Abstract Body

Interferon (IFN)-free direct antiviral agents (DAAs) effectively eradicate hepatitis C virus (HCV) and rapidly improve liver residual functions. Recent data have suggested that hepatocellular carcinoma (HCC) risk increases during and after DAAs treatment, in HCV-infected patients with advanced liver disease, but no strong evidence exists.

The SCOLTA (Surveillance Cohort Long-Term Toxicity of Antiretrovirals/Antivirals)-HCV project is an observational, prospective, multicenter cohort study enrolling patients, either HCV mono- or HIV/HCV co-infected, who started DAA treatment. For HCV treatment and HCC surveillance, patients were followed according to Italian guidelines.
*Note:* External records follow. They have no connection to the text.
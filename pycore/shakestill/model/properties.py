"""Derived properties of a rig, with all links aligned (as in either equilibrium)."""

from __future__ import annotations

import math
from dataclasses import dataclass

from .linear import Chain, chain
from .modes import Modes, modes_of
from .rig import OutOfReach, Problem, Rig


@dataclass(frozen=True)
class RigProperties:
    total_mass_kg: float
    link_mass_kg: tuple[float, ...]
    link_inertia_about_joint_kg_m2: tuple[float, ...]
    first_moment_kg_m: float  # of the whole pendulum about the pivot
    inertia_about_pivot_kg_m2: float
    centre_of_mass_m: float  # distance from the pivot
    l_eq_m: float  # equivalent simple-pendulum length I_p / (m d)
    hanging_frequencies_hz: tuple[float, ...]  # small oscillations, fixed pivot, lowest first

    @property
    def hanging_frequency_hz(self) -> float:
        return self.hanging_frequencies_hz[0]


def properties(rig: Rig) -> RigProperties:
    """The rig's mass properties and fixed-pivot frequencies."""
    ch = chain(rig)
    try:
        sway = modes_of(ch)
    except (ArithmeticError, ValueError) as exc:  # M not positive definite, a mode of no length
        raise OutOfReach([Problem("links", f"outside what this method can resolve: the "
                                           f"chain's own frequencies could not be found ({exc})")]
                         ) from None
    return properties_of(rig, ch, sway)


def properties_of(rig: Rig, ch: Chain, sway: Modes) -> RigProperties:
    """Properties from the rig's already derived chain and sway modes (``derived.derive``
    calls this). Hanging with the pivot fixed, each mode is a simple pendulum of its
    equivalent length L: omega^2 = g / L, slowest (longest) first."""
    n = rig.n_links
    offsets = [sum(ch.length_m[:i]) for i in range(n)]  # each joint's distance from the pivot
    moment = sum(ch.first_moment_kg_m[i] + ch.mass_kg[i] * offsets[i] for i in range(n))
    inertia = sum(ch.inertia_kg_m2[i] + 2 * offsets[i] * ch.first_moment_kg_m[i]
                  + ch.mass_kg[i] * offsets[i] ** 2 for i in range(n))
    total = sum(ch.mass_kg)
    w2 = [rig.g_m_s2 / length for length in sway.lengths_m]
    return RigProperties(
        total_mass_kg=total,
        link_mass_kg=ch.mass_kg,
        link_inertia_about_joint_kg_m2=ch.inertia_kg_m2,
        first_moment_kg_m=moment,
        inertia_about_pivot_kg_m2=inertia,
        centre_of_mass_m=moment / total,
        l_eq_m=inertia / moment,
        hanging_frequencies_hz=tuple(math.sqrt(max(w, 0.0)) / (2 * math.pi) for w in w2),
    )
Overall 1,154 pts were included in this study. Males were 69.2%; median age was 56.2 years. HIV/HCV co-infected were 392 (34.0%). Twenty-nine (2.5%) patients had a history of HCC (24, 3.2%, with HCV and 5, 1.3%, with HCV/HIV). At the time of this analysis, median follow-up from initiation of DAA therapy was 16.7 months (IQR 12.7-19.4). Twenty-seven patients developed HCC, as a first diagnosis in 21 cases and recurrence in 6; the incidence rate/100 patient-years was 1.44 (95% CI 0.92-2.16) and 16.61 (95% CI 6.73-34.55) respectively. HCC was diagnosed during DAA treatment in 10 patients (8 new diagnoses and 2 recurrences). All recurrences occurred in HCV mono-infected patients (5 with SVR 12 and 1 with relapse). Among 21 subjects with first HCC diagnosis, 4 were co-infected with HIV: the rate ratio in comparison with HCV mono-infected patients was 0.43 (95% CI 0.13-1.22, p=0.12). In a multivariate Cox model including age, sex, Metavir, HIV co-infection, HCV genotype, and outcome at 12 weeks, age (HR 1.06, 95% CI 1.01-1.12, by 1 year) and Metavir F4 (HR 4.70, 95% CI 1.08-20.44 as compared to F0-F3) were significantly associated to HCC.

In untreated historical controls, HCC incidence rate ranged between 1 and 3/100 patient-years. Our findings indicate that, in cirrhotic patients, the incidence rate of HCC during the first 16 months following initiation of DAA therapy is not different from that expected in untreated patients.